[Excerpts from a dataset]
——————————
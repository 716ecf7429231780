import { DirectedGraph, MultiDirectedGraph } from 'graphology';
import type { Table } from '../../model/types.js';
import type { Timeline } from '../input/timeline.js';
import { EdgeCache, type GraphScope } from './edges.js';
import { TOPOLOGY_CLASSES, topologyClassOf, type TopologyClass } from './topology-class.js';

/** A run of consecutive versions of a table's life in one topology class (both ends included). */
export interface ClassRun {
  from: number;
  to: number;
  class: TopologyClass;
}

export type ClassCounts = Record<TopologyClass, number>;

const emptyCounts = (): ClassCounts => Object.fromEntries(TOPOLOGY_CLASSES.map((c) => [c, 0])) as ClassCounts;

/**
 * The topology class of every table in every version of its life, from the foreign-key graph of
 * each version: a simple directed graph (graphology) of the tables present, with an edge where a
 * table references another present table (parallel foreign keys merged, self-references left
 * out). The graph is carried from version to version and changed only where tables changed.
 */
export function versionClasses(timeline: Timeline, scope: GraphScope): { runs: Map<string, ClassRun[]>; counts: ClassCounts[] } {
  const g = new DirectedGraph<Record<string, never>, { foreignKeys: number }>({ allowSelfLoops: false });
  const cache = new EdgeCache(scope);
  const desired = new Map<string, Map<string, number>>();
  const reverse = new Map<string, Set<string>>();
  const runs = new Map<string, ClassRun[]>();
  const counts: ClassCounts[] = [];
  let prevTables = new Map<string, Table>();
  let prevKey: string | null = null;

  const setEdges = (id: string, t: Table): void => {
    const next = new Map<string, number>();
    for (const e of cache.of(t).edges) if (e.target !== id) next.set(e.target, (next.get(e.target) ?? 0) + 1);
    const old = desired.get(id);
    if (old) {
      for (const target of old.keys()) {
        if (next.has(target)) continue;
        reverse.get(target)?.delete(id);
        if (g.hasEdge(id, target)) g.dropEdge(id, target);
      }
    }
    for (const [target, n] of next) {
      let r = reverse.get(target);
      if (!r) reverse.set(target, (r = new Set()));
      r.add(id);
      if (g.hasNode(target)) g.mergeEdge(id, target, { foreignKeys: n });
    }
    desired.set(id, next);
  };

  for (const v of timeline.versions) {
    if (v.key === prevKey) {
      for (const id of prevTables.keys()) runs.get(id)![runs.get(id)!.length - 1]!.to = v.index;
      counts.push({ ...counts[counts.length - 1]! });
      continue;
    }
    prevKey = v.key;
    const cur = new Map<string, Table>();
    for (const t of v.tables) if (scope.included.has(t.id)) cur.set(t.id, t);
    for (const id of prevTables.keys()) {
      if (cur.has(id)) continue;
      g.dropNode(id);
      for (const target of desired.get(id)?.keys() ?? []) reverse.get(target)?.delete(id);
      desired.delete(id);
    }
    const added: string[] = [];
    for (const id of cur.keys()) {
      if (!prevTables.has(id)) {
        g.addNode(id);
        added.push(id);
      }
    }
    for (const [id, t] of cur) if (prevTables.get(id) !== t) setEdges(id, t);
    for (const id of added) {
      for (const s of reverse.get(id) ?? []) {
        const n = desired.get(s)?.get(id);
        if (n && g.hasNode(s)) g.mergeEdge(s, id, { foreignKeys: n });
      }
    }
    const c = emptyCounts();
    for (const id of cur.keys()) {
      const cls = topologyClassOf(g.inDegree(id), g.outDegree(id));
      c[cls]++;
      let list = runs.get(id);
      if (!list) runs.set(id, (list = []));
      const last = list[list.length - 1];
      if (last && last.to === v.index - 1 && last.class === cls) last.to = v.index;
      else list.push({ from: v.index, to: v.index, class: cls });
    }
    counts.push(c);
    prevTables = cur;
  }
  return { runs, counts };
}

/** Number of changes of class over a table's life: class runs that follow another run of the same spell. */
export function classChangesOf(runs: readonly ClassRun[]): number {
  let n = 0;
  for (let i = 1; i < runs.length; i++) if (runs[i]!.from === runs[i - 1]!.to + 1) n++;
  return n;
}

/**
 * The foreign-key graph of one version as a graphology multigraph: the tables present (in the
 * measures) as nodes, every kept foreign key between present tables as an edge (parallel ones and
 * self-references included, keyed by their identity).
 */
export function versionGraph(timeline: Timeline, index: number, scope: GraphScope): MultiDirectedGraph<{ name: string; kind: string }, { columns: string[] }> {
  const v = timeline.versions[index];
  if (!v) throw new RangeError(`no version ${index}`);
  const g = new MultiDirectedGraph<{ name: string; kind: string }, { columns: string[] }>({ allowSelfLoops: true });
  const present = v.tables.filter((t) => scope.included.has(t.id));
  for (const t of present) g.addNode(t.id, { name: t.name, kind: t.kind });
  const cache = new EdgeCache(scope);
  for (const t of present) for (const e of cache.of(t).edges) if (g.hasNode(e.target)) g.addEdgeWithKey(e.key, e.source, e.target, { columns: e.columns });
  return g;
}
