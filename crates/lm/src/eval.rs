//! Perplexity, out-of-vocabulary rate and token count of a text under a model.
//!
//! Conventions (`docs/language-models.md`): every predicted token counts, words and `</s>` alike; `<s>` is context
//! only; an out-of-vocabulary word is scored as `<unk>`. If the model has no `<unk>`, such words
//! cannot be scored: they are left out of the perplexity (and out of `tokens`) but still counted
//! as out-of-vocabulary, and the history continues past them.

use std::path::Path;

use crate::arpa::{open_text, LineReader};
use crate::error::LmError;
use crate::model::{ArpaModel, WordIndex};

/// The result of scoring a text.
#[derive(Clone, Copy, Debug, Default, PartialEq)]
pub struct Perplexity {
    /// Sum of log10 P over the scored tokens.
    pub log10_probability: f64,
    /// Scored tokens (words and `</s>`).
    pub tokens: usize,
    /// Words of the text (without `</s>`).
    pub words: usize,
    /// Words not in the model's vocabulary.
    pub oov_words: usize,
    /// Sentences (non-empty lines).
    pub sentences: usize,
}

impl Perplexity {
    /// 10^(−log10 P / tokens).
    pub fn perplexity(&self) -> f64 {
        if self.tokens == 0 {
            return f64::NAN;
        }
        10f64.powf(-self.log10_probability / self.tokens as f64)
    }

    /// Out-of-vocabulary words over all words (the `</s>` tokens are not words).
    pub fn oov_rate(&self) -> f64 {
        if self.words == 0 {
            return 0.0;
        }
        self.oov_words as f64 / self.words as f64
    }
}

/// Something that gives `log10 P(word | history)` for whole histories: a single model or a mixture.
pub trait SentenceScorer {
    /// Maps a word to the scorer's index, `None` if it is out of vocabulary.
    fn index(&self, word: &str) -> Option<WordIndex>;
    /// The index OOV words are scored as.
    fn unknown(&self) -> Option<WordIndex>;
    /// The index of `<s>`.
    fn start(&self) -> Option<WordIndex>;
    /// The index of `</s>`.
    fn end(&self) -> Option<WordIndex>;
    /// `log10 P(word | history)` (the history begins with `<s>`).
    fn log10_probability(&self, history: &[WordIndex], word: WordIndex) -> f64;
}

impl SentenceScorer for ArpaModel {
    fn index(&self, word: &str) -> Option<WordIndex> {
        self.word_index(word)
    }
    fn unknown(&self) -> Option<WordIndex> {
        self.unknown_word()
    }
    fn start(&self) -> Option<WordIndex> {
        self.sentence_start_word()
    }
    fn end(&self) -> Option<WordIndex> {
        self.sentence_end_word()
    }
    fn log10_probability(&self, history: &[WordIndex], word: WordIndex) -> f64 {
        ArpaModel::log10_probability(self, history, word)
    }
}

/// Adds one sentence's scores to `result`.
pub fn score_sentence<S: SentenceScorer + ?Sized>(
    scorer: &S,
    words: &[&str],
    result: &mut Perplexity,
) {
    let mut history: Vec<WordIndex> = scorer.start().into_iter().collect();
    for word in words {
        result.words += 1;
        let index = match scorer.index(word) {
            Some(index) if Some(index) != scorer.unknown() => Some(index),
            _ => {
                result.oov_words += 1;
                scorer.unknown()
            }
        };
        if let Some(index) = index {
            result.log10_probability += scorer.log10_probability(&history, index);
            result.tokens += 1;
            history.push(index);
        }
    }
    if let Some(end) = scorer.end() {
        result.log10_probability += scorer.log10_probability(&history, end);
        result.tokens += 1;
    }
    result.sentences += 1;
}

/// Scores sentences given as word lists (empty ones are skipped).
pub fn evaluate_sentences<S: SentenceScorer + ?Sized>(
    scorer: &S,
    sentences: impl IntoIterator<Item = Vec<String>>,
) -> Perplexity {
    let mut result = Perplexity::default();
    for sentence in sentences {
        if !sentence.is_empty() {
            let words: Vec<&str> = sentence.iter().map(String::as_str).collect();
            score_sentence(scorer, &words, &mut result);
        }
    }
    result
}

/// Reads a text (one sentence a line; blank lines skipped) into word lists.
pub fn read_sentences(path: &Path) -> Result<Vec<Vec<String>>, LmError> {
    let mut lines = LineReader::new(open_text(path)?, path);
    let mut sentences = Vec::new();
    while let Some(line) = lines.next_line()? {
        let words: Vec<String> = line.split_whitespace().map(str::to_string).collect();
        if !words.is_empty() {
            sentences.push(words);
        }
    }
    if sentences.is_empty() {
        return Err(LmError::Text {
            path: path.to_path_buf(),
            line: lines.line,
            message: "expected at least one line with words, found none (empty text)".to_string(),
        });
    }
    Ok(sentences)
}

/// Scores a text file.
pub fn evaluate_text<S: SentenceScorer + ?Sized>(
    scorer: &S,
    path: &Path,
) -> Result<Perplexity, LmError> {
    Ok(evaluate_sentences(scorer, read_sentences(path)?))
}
——————————
*PROBLEM STATEMENT*:
For each line in the records that contains the word "push", make a copy.

*SOLUTION FOR THIS EXERCISE*:
      counts.push({ ...counts[counts.length - 1]! });
        added.push(id);
      else list.push({ from: v.index, to: v.index, class: cls });
    counts.push(c);
            history.push(index);
            sentences.push(words);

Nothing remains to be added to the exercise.